Data records
*** Begin section ***
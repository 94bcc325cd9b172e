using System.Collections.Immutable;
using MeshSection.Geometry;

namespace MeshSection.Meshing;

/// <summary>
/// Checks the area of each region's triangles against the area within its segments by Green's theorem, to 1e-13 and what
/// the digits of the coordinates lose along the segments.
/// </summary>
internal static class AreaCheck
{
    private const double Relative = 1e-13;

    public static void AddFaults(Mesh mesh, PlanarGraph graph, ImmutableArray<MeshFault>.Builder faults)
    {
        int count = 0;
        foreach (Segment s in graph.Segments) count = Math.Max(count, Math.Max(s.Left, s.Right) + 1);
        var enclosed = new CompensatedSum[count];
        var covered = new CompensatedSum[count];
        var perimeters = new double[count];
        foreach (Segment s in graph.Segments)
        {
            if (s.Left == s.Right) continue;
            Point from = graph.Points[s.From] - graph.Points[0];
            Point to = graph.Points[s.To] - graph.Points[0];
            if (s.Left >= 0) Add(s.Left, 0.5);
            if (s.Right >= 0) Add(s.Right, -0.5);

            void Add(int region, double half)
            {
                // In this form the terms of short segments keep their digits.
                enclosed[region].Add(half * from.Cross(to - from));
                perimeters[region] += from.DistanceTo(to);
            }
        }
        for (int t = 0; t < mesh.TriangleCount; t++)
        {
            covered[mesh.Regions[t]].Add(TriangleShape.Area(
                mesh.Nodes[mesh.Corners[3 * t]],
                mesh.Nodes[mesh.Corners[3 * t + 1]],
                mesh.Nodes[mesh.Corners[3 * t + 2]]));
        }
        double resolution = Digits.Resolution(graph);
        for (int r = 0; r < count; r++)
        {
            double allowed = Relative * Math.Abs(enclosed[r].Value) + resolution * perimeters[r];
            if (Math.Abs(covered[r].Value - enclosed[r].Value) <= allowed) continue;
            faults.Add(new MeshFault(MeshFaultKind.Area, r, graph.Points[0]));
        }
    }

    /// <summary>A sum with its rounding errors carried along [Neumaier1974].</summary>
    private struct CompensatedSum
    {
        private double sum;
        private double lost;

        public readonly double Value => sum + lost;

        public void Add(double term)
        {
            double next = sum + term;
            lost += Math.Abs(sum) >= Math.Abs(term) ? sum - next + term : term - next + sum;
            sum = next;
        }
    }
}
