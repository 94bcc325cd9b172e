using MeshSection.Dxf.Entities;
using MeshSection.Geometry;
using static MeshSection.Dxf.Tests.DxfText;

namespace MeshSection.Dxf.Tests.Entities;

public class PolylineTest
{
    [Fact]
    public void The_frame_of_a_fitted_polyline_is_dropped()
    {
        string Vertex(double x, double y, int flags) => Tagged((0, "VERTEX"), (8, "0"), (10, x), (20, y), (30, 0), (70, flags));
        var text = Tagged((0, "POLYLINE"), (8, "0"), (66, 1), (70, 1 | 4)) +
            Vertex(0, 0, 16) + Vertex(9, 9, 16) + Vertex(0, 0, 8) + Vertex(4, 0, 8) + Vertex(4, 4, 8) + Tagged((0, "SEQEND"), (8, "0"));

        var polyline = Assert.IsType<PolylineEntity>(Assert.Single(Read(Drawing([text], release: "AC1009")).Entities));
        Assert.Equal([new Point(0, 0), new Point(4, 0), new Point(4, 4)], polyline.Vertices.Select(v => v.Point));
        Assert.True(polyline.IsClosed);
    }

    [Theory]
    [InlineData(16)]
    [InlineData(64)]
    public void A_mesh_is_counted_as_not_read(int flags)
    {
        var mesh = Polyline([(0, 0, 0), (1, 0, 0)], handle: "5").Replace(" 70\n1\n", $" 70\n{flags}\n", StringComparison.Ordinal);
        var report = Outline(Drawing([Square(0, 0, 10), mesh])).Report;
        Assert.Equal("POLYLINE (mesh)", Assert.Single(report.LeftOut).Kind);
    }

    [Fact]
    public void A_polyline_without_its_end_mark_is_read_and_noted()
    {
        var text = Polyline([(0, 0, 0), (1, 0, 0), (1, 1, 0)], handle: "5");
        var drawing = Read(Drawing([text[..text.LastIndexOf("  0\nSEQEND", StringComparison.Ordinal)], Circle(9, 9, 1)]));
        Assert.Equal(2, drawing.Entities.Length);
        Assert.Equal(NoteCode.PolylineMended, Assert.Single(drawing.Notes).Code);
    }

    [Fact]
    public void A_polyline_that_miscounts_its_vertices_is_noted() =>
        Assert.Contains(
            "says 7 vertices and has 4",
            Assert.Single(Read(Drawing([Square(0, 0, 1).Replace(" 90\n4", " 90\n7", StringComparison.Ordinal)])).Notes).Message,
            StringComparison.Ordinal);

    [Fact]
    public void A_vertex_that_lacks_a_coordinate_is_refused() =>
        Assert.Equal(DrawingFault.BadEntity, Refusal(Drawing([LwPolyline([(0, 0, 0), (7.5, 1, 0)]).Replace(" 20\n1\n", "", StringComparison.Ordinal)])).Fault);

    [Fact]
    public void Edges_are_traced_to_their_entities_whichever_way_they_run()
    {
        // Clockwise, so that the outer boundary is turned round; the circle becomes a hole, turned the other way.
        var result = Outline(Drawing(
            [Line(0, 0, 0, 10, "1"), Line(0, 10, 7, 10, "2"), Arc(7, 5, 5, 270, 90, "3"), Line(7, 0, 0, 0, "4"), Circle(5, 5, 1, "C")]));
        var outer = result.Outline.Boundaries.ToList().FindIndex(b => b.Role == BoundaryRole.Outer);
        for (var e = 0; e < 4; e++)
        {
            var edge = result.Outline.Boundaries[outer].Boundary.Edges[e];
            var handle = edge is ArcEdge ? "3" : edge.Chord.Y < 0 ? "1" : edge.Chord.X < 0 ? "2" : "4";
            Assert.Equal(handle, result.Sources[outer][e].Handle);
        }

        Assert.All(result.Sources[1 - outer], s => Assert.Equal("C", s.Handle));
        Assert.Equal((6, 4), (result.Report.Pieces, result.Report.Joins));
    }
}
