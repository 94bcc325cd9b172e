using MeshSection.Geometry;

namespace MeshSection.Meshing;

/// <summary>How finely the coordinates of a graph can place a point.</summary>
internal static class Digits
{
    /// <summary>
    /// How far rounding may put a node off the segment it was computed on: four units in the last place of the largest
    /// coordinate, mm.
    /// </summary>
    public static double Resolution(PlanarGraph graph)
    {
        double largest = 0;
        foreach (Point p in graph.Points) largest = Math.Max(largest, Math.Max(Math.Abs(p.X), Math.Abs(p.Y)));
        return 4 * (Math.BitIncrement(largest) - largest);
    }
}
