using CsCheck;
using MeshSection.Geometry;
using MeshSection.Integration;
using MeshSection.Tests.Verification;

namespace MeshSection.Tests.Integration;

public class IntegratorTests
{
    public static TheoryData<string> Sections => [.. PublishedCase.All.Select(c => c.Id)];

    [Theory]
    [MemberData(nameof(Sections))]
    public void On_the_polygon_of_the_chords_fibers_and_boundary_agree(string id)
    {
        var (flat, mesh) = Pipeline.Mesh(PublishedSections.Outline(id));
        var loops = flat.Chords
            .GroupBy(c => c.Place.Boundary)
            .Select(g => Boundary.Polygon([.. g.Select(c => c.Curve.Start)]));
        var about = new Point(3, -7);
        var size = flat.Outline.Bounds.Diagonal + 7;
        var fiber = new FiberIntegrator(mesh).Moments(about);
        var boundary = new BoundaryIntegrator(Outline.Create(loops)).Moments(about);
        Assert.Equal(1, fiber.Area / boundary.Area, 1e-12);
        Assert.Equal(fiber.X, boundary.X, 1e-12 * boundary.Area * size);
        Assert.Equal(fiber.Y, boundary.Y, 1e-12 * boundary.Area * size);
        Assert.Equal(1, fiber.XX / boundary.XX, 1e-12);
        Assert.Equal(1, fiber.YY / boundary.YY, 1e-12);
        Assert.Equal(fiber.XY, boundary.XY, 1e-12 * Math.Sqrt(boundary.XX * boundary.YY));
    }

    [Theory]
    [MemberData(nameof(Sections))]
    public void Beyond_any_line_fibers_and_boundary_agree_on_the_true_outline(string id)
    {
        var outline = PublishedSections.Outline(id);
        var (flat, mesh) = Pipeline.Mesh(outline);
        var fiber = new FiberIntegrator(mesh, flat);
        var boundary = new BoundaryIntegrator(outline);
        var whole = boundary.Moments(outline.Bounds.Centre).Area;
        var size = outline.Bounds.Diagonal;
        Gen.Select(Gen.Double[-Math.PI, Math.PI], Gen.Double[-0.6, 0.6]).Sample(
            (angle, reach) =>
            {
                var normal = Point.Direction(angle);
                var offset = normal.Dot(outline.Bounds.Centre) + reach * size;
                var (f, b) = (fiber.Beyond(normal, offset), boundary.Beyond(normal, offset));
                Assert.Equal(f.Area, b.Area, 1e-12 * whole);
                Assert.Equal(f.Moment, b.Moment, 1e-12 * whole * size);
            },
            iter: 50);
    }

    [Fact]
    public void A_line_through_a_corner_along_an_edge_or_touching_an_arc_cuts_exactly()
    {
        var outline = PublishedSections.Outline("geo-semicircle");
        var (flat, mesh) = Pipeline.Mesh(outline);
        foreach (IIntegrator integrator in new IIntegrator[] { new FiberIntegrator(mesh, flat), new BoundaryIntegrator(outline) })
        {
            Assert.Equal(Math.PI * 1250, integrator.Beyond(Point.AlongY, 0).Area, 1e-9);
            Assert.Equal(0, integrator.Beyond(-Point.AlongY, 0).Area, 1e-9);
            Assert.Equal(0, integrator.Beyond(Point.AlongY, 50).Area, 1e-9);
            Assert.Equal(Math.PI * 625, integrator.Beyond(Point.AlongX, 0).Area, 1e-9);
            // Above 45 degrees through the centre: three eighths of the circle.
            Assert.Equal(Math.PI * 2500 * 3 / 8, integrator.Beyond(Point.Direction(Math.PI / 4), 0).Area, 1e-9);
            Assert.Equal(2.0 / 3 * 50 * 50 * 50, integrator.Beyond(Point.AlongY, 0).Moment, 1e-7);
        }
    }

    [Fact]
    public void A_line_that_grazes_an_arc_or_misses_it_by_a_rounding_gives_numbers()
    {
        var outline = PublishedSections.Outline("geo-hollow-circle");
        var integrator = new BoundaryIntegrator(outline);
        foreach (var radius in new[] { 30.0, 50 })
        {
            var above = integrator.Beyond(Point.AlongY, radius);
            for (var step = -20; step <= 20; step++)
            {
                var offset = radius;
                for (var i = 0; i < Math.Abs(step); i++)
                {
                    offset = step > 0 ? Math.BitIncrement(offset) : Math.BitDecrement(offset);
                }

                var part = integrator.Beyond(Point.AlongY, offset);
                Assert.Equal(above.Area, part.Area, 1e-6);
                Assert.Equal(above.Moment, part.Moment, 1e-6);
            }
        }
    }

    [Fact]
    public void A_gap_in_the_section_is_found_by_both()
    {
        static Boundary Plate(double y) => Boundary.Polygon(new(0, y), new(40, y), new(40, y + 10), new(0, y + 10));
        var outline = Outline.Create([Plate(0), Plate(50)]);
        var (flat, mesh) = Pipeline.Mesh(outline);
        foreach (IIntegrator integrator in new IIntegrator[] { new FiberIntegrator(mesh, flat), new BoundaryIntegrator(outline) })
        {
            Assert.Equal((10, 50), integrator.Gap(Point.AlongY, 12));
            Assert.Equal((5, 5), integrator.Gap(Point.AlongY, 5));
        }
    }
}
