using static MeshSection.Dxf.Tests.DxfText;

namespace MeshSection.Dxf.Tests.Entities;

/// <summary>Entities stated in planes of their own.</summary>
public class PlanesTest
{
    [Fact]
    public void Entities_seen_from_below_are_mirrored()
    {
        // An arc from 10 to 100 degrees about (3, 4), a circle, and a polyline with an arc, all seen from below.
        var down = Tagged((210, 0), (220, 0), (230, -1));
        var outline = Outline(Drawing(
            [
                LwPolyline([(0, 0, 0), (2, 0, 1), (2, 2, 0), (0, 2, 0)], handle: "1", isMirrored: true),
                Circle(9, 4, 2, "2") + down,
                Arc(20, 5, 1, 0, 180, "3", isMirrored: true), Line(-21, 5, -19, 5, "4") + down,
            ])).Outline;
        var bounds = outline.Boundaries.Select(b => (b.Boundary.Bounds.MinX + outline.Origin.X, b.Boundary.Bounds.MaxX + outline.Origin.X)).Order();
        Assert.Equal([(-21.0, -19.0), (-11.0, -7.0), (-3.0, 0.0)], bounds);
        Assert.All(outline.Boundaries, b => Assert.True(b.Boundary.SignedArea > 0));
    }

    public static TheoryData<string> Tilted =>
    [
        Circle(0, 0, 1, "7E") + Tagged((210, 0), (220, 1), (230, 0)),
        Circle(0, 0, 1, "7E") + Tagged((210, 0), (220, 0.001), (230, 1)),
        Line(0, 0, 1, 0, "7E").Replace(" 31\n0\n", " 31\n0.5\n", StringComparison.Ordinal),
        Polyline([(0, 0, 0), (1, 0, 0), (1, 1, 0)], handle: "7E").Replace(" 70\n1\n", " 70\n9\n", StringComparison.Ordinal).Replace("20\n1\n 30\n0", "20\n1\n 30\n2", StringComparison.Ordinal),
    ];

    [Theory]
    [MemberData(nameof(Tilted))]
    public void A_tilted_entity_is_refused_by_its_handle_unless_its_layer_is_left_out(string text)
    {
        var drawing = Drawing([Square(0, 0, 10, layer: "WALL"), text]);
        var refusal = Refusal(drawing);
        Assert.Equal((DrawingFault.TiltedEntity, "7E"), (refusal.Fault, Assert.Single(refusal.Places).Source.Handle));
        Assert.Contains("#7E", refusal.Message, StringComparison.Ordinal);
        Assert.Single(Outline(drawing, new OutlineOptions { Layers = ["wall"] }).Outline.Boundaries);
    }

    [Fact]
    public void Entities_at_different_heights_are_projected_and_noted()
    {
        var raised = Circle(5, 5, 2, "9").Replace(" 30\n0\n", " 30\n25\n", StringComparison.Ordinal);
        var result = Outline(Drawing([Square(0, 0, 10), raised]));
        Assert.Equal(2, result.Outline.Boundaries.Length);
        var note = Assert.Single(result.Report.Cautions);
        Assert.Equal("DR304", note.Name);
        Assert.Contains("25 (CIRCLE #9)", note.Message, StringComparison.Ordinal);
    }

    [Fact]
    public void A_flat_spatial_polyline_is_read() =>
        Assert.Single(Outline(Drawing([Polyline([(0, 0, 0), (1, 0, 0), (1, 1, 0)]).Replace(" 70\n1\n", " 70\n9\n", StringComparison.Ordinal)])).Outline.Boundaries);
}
*** End section ***
→ **Task brief**
Return exactly the lines above from the line that has "using MeshSection.Dxf.Entities;" through the line that has "Vertex(0, 0, 16)", inclusive, and nothing else.

→ **Result**
using MeshSection.Dxf.Entities;
using MeshSection.Geometry;
using static MeshSection.Dxf.Tests.DxfText;

namespace MeshSection.Dxf.Tests.Entities;

public class PolylineTest
{
    [Fact]
    public void The_frame_of_a_fitted_polyline_is_dropped()
    {
        string Vertex(double x, double y, int flags) => Tagged((0, "VERTEX"), (8, "0"), (10, x), (20, y), (30, 0), (70, flags));
        var text = Tagged((0, "POLYLINE"), (8, "0"), (66, 1), (70, 1 | 4)) +
            Vertex(0, 0, 16) + Vertex(9, 9, 16) + Vertex(0, 0, 8) + Vertex(4, 0, 8) + Vertex(4, 4, 8) + Tagged((0, "SEQEND"), (8, "0"));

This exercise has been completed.